With the Christmas season coming up, Stefan Pollard at Email Labs has published some useful tips on how to make your emails stand out from the crowd.

Specifically, he's focused on the thorny issue of subject lines, and how to improve the odds that readers will open your mail.

According to Stefan, a good subject line should have:

  • Branding – customers should immediately see your brand or company name.
  • Urgency – You should sum up the message's content as well as its most compelling feature.
  • Brevity – It should tell the story in 60 characters or fewer – research has shown that click rates go down dramatically when the subject line is longer than 50 characters. 

Stefan also has some other Yuletide tips:

  •  Strive to be Distinct

”At any other time of the year, the three main elements of a good subject line will get you noticed in the inbox. Now, though, you're not the only one offering free shipping, or an upgrade, or a 50% discount.

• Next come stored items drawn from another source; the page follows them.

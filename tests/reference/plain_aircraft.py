"""An aircraft made from nothing but lines and tanks, so that outside figures can be put through the whole
assessment.
"""

from collections.abc import Sequence
from dataclasses import dataclass, field
from datetime import UTC, datetime
from fractions import Fraction

from fleet.basis import Basis, BurnStage, Chord, Configuration, Envelope, Limits, Place, Tank, TankTable
from fleet.quantities import Unit
from fleet.sourced import Limit, Source
from fleet.weighing import EmptyFigures
from loads.balance.aboard import Declared, Flight, FuelPlan, Item, Outline, TankFuel
from loads.balance.assess import assess
from loads.balance.result import Result

SOURCE = Source("reference", "", "1")
NO_LIMIT = Limit(None, SOURCE)
Exact = Fraction | int | str
ANYWHERE = ((-(10**6), 1), (10**6, 1), (10**6, 10**7), (-(10**6), 10**7))


@dataclass
class FuelTank:
    """A tank with its points (volume, arm), what it holds, and how far to the right it lies."""

    held: Exact
    points: Sequence[tuple[Exact, Exact]]
    lateral: Exact = 0


@dataclass
class PlainAircraft:
    """Empty weight and moments, lines of (weight, arm, lateral arm), tanks, one envelope for the loaded
    aircraft.

    The trip is burned down to what must be left at landing, so that the least fuel is that at landing.
    """

    weight: Exact
    moment: Exact
    lateral_moment: Exact = 0
    lines: list[tuple[Exact, Exact, Exact]] = field(default_factory=list)
    tanks: list[FuelTank] = field(default_factory=list)
    density: Exact = 6
    trip: Exact = 0
    envelope: Sequence[tuple[Exact, Exact]] = ANYWHERE
    most: Exact | None = None
    chord: tuple[Exact, Exact] | None = None

    def result(self) -> Result:
        """Assess it."""
        basis = self.basis()
        return assess(self.declared(basis), basis, self.empty())

    def empty(self) -> EmptyFigures:
        moments = Fraction(self.moment), Fraction(self.lateral_moment)
        return EmptyFigures(Fraction(self.weight), *moments, "datum", "wheels", "weighing")

    def basis(self) -> Basis:
        most = None if self.most is None else Fraction(self.most)
        weights = Limits(*(Limit(limit, SOURCE) for limit in (most, most, most, most, None)))
        places = tuple(
            Place(
                f"P{number}", f"place {number}", Fraction(arm), Fraction(lateral), Limit(None, SOURCE), SOURCE
            )
            for number, (_, arm, lateral) in enumerate(self.lines)
        )
        tanks = tuple(_tank(number, tank) for number, tank in enumerate(self.tanks))
        order = (BurnStage(tuple(tank.id for tank in tanks)),)
        around = tuple((Fraction(x), Fraction(y)) for x, y in self.envelope)
        phases = ("ramp", "take-off", "landing")
        return Basis(
            aircraft_type="plain",
            category="aeroplane",
            engines=1,
            passenger_seats_installed=0,
            weight_unit=Unit.LB,
            length_unit=Unit.IN,
            volume_unit=Unit.US_GAL,
            datum="datum",
            chord=self.chord and Chord(Fraction(self.chord[0]), Fraction(self.chord[1]), SOURCE),
            fits=("wheels",),
            seats=(),
            places=places,
            zones=(),
            tanks=tanks,
            burn_order=order,
            taxi_order=order,
            limits=weights,
            envelopes=(Envelope("all", "longitudinal", phases, "arm", around, SOURCE),),  # type: ignore[arg-type] # all five phases
            lateral_limits_entered=True,
            configurations=(
                Configuration("one", "one", (), tuple(p.id for p in places), 0, "wheels", (), (), weights),
            ),
            sample_loads=(),
        )

    def declared(self, basis: Basis) -> Declared:
        flight = Flight("REF-1", 1, datetime(2026, 12, 1, tzinfo=UTC), "XNAL", "XKOR", "reference")
        items = tuple(
            Item(
                "cargo",
                "line",
                place,
                Fraction(line[0]),
                "weighed",
                Fraction(line[0]) < 0,
                f"/items/{number}",
            )
            for number, (place, line) in enumerate(zip(basis.places, self.lines, strict=True))
        )
        held = tuple(
            TankFuel(tank, Fraction(mine.held), Fraction(0))
            for tank, mine in zip(basis.tanks, self.tanks, strict=True)
        )
        density, trip = Fraction(self.density), Fraction(self.trip)
        left = sum((fuel.usable for fuel in held), Fraction(0)) * density - trip
        plan = FuelPlan(density, "reference", held, Fraction(0), trip, left)
        outline = Outline("REF", "one", flight)
        return Declared(outline, basis.configurations[0], 0, (), (), items, plan, ())


def _tank(number: int, tank: FuelTank) -> Tank:
    points = tuple((Fraction(volume), Fraction(arm)) for volume, arm in tank.points)
    table = TankTable("volume", "arm", "arm", None, points)
    return Tank(f"T{number}", f"tank {number}", points[-1][0], Fraction(tank.lateral), table, SOURCE)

“Both of these are legitimate incentives. However, they probably belong inside, in the creative section, more than in the subject line, unless you add an urgent or unusual qualification.”

  • Know What Your Competition is Up To:

”You should already subscribe to your competition's email offers to see what they're up to, if you're not finding out from trade publications or retailer gossip.

“If you don't have the time or energy to do that, a good free resource shows what's active right now in email offers: Chad White's Retail Email blog, which tracks the email campaigns of major e-retailers by subject line.”

  • Remember the Sender Line:

”Your sender line (the "from" line) is also important, because readers look at both when deciding whether to open, trash or spam-report an email message.”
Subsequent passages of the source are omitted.